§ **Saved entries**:

....................

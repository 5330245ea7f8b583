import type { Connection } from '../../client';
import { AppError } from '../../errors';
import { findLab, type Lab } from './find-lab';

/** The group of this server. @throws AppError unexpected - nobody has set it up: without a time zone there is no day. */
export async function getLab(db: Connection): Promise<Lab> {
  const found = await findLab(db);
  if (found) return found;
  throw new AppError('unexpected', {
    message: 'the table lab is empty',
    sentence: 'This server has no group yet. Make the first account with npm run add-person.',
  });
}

....................

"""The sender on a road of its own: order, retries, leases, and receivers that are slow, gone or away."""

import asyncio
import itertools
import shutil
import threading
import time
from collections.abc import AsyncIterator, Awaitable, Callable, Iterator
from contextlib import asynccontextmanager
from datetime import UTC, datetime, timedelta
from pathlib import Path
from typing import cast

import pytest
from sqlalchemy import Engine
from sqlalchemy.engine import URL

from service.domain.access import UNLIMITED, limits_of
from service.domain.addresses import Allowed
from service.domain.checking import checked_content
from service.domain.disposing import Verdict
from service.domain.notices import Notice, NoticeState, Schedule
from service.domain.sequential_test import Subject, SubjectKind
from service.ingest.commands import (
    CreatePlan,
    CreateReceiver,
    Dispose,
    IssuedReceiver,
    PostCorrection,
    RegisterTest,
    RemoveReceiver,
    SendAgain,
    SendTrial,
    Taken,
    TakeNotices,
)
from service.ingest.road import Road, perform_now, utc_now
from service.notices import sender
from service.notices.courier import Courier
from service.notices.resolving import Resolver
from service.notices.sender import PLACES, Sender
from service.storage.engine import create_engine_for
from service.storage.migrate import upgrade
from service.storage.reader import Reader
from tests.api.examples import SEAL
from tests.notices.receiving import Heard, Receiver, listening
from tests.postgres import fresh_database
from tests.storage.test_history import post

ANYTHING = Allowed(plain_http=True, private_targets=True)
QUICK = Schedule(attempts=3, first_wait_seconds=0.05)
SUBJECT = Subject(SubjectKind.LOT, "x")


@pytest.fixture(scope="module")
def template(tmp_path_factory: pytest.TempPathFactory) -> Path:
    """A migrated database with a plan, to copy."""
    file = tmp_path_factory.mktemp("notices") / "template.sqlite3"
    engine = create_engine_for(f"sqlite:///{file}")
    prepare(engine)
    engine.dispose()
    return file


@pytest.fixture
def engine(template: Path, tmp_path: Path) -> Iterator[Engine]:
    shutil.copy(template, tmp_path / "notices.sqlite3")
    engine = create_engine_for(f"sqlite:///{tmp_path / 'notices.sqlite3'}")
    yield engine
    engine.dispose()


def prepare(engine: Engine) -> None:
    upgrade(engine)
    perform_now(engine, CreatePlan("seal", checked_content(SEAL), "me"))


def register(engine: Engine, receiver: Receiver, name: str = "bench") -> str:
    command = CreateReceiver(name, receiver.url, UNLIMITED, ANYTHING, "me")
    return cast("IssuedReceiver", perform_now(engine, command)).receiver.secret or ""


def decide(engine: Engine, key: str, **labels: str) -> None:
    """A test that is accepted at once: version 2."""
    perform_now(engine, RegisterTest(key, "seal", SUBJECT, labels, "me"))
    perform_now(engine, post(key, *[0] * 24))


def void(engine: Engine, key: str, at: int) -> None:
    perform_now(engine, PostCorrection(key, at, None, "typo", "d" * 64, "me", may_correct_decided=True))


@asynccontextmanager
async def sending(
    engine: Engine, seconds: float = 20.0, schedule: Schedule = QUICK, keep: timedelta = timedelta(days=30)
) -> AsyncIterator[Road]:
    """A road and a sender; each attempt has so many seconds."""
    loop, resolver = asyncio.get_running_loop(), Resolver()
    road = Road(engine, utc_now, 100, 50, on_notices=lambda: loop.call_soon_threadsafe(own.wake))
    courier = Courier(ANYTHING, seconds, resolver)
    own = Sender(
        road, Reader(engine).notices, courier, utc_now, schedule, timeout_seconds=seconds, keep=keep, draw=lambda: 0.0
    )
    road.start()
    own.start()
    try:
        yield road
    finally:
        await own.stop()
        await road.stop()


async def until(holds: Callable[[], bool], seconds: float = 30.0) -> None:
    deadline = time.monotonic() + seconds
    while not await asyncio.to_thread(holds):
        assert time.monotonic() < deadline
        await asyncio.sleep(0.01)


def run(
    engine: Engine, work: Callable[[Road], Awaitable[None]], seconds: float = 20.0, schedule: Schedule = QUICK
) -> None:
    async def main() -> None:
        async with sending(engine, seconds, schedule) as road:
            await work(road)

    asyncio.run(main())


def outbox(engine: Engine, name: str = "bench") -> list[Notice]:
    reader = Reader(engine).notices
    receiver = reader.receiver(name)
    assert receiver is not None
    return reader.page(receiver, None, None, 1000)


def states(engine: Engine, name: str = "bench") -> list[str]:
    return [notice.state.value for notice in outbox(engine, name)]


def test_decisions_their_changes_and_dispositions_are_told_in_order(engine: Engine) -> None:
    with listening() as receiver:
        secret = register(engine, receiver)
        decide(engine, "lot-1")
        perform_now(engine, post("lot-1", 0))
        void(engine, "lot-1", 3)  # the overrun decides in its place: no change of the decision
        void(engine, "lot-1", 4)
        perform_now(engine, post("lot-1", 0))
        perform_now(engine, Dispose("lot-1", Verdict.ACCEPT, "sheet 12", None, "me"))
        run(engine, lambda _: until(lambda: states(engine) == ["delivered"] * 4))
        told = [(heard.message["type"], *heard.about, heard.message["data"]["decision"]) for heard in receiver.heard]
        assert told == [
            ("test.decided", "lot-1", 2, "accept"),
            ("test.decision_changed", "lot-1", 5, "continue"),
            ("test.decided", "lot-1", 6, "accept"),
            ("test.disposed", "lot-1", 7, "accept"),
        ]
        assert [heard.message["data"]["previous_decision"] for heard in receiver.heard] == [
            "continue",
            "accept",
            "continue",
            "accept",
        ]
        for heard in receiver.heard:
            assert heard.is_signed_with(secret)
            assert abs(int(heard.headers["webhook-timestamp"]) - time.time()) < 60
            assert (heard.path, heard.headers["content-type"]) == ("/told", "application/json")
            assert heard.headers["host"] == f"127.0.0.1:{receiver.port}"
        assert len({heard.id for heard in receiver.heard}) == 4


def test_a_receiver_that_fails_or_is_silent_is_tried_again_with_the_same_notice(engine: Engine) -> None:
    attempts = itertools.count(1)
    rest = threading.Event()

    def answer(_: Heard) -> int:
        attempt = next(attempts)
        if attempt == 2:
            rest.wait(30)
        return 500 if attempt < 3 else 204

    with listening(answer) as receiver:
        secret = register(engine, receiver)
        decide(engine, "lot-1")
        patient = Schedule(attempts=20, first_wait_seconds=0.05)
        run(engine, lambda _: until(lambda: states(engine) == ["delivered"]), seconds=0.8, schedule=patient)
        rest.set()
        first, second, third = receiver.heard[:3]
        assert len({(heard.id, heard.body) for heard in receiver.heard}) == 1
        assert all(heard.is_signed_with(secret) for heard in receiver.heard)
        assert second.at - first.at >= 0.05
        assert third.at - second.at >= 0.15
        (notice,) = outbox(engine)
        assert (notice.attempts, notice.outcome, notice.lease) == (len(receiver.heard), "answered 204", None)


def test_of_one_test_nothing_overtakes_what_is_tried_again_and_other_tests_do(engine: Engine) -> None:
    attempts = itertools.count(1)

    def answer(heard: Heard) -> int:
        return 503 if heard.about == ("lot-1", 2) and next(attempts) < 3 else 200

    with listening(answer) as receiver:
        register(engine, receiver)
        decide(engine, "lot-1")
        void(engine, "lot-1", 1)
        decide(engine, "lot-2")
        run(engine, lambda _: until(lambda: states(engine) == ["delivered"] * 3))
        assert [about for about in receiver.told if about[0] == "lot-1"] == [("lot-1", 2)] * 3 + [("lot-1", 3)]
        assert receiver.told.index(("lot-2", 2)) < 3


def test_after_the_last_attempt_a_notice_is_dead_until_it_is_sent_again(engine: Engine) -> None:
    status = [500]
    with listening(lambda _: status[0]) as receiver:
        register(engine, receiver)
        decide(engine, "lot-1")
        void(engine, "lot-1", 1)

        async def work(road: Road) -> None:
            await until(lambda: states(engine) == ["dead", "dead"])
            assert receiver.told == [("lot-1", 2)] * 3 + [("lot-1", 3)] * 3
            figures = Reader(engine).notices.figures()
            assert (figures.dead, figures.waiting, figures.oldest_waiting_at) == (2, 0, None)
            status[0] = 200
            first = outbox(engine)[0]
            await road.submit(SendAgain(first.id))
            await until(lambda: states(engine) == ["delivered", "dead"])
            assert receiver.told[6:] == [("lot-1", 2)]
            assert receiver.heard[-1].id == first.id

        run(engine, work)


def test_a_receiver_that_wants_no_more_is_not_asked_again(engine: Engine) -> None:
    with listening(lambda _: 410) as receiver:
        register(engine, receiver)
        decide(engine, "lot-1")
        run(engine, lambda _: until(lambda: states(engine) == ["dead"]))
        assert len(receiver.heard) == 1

....................

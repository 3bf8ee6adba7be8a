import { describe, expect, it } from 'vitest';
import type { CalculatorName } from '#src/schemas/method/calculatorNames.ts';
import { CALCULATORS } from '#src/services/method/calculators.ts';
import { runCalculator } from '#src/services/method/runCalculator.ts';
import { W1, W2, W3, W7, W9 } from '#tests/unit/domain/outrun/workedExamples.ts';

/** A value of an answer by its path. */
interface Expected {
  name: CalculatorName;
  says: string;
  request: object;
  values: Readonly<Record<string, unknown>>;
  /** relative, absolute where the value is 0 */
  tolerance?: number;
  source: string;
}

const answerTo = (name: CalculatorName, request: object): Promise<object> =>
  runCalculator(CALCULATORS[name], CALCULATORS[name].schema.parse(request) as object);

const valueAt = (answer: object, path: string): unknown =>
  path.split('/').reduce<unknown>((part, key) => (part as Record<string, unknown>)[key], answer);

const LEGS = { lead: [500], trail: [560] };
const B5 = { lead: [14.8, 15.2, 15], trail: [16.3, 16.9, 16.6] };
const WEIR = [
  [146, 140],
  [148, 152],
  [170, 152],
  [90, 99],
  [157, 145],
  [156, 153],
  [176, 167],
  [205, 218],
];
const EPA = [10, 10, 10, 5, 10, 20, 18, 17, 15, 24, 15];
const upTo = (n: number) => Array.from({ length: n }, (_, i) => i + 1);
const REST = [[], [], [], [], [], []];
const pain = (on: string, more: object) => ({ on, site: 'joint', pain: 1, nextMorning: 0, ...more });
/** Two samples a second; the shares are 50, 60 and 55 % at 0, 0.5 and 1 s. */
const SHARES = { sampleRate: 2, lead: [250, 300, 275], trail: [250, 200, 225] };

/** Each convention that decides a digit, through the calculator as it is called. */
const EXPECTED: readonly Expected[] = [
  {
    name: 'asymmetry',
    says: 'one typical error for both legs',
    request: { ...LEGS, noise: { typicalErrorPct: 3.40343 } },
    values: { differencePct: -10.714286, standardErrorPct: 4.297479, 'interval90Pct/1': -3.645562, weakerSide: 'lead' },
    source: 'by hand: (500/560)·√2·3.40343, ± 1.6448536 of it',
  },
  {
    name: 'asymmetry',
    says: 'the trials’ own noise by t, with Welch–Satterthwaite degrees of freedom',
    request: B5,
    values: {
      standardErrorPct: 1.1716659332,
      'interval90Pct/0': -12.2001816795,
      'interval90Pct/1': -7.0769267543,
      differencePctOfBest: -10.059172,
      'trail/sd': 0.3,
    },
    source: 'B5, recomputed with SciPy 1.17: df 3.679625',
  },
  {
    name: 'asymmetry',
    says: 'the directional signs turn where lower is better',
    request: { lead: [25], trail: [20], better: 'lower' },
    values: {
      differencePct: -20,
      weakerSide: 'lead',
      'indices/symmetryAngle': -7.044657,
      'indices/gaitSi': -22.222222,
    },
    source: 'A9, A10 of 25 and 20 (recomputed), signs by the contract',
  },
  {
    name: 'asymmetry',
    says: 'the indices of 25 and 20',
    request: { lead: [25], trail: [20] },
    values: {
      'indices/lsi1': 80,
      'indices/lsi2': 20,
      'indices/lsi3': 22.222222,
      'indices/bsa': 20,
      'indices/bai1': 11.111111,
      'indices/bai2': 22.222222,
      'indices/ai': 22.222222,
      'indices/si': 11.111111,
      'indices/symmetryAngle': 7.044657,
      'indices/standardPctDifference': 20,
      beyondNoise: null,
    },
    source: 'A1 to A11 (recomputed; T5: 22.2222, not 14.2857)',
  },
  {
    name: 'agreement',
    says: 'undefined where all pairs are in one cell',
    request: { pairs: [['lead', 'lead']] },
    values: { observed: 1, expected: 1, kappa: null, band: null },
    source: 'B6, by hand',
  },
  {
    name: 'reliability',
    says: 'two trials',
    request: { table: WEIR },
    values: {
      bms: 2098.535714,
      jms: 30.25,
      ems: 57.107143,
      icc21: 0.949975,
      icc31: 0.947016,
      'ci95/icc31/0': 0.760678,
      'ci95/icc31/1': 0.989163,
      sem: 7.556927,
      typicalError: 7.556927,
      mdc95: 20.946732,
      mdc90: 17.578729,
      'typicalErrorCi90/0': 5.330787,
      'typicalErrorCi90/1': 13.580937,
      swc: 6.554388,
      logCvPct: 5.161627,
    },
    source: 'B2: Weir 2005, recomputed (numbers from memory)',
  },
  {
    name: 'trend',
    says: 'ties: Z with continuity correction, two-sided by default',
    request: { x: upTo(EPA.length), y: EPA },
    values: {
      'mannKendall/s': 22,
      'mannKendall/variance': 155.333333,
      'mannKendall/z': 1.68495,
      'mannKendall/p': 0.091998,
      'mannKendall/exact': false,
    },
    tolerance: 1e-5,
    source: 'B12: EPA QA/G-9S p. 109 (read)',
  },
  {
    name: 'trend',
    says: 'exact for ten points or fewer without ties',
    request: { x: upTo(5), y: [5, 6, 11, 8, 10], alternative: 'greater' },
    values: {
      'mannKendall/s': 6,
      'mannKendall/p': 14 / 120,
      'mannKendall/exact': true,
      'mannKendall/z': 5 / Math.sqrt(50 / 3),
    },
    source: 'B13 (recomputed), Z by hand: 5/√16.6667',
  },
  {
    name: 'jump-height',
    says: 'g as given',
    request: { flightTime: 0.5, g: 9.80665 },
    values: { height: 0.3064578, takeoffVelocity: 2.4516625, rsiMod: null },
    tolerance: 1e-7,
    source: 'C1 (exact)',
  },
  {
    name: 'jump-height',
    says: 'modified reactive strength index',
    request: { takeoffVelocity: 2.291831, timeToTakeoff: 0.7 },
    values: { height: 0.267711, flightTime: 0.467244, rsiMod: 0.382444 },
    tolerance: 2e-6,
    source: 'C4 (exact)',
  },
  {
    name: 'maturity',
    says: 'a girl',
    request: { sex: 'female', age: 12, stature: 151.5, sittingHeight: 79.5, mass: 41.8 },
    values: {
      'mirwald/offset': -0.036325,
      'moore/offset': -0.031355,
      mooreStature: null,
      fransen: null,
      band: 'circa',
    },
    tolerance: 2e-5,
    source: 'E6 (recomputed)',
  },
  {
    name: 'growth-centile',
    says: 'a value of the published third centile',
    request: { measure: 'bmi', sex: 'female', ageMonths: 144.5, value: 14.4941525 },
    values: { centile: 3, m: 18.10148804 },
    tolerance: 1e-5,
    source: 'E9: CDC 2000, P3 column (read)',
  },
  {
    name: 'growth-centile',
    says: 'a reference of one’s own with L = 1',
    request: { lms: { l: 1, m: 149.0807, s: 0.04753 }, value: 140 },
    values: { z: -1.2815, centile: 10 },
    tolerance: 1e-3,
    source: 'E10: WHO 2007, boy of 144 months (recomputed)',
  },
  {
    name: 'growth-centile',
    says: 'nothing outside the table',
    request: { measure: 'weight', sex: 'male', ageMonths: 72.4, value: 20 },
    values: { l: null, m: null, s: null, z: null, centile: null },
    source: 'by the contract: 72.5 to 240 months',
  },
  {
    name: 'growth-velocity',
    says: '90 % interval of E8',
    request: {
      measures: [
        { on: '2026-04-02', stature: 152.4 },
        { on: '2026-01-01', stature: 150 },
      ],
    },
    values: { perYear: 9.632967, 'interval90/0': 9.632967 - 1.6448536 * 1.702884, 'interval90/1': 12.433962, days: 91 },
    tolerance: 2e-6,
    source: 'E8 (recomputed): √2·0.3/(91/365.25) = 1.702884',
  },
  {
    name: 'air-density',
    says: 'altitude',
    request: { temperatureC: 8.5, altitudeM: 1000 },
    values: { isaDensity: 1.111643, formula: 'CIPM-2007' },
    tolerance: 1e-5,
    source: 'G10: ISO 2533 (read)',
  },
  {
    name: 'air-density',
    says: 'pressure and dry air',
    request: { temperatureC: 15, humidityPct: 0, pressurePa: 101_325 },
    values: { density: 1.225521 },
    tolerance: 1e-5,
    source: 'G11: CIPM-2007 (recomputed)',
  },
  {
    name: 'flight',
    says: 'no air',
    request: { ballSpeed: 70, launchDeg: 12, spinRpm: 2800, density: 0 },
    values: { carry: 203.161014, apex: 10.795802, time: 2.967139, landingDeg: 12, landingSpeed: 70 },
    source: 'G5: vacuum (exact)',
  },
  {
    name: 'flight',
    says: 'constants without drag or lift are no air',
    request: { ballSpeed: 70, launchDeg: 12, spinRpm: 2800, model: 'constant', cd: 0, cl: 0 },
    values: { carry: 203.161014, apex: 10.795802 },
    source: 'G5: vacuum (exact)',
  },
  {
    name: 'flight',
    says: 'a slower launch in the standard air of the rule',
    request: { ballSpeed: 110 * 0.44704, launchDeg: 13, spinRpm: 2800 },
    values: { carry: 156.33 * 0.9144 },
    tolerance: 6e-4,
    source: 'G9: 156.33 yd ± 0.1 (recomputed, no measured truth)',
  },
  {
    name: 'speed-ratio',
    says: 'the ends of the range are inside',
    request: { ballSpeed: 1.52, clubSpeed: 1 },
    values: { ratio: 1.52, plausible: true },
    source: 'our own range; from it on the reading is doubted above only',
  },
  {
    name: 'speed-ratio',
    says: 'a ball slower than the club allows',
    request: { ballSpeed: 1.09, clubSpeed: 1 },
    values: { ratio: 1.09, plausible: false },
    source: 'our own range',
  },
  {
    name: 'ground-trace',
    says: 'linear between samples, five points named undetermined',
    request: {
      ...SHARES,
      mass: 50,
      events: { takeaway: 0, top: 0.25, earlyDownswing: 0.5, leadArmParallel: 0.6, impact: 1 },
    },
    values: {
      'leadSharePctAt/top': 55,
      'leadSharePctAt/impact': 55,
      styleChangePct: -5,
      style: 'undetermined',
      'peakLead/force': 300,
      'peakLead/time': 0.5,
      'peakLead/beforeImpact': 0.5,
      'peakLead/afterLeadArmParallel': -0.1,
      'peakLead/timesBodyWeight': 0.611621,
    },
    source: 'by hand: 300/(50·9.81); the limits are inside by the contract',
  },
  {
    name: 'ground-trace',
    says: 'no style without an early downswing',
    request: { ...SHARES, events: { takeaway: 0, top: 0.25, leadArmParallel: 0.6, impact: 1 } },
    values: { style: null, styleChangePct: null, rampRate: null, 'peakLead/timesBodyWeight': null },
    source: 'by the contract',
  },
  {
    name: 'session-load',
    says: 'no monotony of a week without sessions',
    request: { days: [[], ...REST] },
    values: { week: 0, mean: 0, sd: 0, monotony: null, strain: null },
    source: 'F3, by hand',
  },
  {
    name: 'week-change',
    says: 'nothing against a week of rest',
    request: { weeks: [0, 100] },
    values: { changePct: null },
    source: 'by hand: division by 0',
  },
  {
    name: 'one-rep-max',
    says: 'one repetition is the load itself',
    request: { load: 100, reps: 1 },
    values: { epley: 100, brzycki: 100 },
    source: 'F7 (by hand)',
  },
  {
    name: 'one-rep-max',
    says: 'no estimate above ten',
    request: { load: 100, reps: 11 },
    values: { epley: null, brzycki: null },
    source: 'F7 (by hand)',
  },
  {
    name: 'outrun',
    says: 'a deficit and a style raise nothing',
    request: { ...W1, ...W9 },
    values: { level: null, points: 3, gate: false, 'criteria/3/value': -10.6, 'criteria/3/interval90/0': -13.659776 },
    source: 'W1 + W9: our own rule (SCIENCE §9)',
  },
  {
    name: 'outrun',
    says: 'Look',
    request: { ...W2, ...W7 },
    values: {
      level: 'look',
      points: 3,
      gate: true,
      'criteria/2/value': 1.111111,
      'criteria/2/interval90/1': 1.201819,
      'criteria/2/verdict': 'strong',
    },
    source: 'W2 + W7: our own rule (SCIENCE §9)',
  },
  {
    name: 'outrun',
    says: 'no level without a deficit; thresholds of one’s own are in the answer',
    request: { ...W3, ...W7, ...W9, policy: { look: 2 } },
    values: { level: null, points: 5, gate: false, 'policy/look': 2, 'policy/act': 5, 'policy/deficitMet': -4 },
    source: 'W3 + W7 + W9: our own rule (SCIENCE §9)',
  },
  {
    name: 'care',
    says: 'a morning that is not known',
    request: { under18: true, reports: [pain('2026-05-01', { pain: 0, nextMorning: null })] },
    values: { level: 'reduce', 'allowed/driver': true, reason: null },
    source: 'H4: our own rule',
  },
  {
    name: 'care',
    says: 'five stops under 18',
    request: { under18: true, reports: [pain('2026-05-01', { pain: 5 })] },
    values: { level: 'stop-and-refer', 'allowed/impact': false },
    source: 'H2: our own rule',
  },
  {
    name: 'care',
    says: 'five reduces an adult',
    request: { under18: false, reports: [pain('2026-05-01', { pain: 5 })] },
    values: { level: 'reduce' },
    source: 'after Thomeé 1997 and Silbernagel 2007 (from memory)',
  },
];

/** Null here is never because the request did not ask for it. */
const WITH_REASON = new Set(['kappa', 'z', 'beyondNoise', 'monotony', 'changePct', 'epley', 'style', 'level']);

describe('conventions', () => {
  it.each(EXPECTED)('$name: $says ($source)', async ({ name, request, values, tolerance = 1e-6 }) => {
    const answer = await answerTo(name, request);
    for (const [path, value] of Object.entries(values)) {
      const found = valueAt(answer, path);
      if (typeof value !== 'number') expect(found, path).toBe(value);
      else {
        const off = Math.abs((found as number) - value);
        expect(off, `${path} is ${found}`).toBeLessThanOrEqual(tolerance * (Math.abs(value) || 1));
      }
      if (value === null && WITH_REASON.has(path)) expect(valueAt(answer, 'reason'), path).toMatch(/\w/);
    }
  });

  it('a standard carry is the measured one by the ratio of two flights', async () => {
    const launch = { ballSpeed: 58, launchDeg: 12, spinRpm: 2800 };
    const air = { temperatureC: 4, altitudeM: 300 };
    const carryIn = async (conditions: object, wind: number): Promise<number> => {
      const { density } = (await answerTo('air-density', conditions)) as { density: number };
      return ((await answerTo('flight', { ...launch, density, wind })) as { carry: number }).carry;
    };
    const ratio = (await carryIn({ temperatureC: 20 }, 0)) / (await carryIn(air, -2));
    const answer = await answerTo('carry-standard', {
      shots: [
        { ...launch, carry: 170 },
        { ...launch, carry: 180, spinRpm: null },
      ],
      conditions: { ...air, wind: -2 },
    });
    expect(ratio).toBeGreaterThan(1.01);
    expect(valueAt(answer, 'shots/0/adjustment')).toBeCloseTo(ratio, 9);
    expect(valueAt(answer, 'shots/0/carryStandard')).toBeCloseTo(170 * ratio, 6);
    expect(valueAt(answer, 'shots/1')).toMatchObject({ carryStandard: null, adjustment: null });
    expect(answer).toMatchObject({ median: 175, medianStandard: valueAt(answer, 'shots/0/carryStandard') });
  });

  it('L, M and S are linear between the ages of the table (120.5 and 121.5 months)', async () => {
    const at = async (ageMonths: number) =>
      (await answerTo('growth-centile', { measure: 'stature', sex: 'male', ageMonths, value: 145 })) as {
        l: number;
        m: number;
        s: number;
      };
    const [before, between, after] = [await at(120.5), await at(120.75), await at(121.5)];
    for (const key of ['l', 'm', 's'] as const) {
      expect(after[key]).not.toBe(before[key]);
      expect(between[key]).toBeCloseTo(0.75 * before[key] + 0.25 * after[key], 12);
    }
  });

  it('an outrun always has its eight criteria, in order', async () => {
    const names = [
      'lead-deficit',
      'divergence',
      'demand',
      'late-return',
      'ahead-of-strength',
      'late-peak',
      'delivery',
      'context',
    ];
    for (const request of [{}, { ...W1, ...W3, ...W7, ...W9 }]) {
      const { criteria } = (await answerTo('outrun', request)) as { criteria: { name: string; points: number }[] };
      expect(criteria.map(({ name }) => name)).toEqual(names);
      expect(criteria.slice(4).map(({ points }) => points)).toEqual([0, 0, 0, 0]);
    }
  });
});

....................

§ **Your assignment**: Transcribe the records above exactly, beginning at the line that contains "const off = Math.abs((found" and ending with the line that contains "expect(ratio).toBeGreaterThan(1.01);", both included, and nothing else.

§ **Task solution**:
        const off = Math.abs((found as number) - value);
        expect(off, `${path} is ${found}`).toBeLessThanOrEqual(tolerance * (Math.abs(value) || 1));
      }
      if (value === null && WITH_REASON.has(path)) expect(valueAt(answer, 'reason'), path).toMatch(/\w/);
    }
  });

  it('a standard carry is the measured one by the ratio of two flights', async () => {
    const launch = { ballSpeed: 58, launchDeg: 12, spinRpm: 2800 };
    const air = { temperatureC: 4, altitudeM: 300 };
    const carryIn = async (conditions: object, wind: number): Promise<number> => {
      const { density } = (await answerTo('air-density', conditions)) as { density: number };
      return ((await answerTo('flight', { ...launch, density, wind })) as { carry: number }).carry;
    };
    const ratio = (await carryIn({ temperatureC: 20 }, 0)) / (await carryIn(air, -2));
    const answer = await answerTo('carry-standard', {
      shots: [
        { ...launch, carry: 170 },
        { ...launch, carry: 180, spinRpm: null },
      ],
      conditions: { ...air, wind: -2 },
    });
    expect(ratio).toBeGreaterThan(1.01);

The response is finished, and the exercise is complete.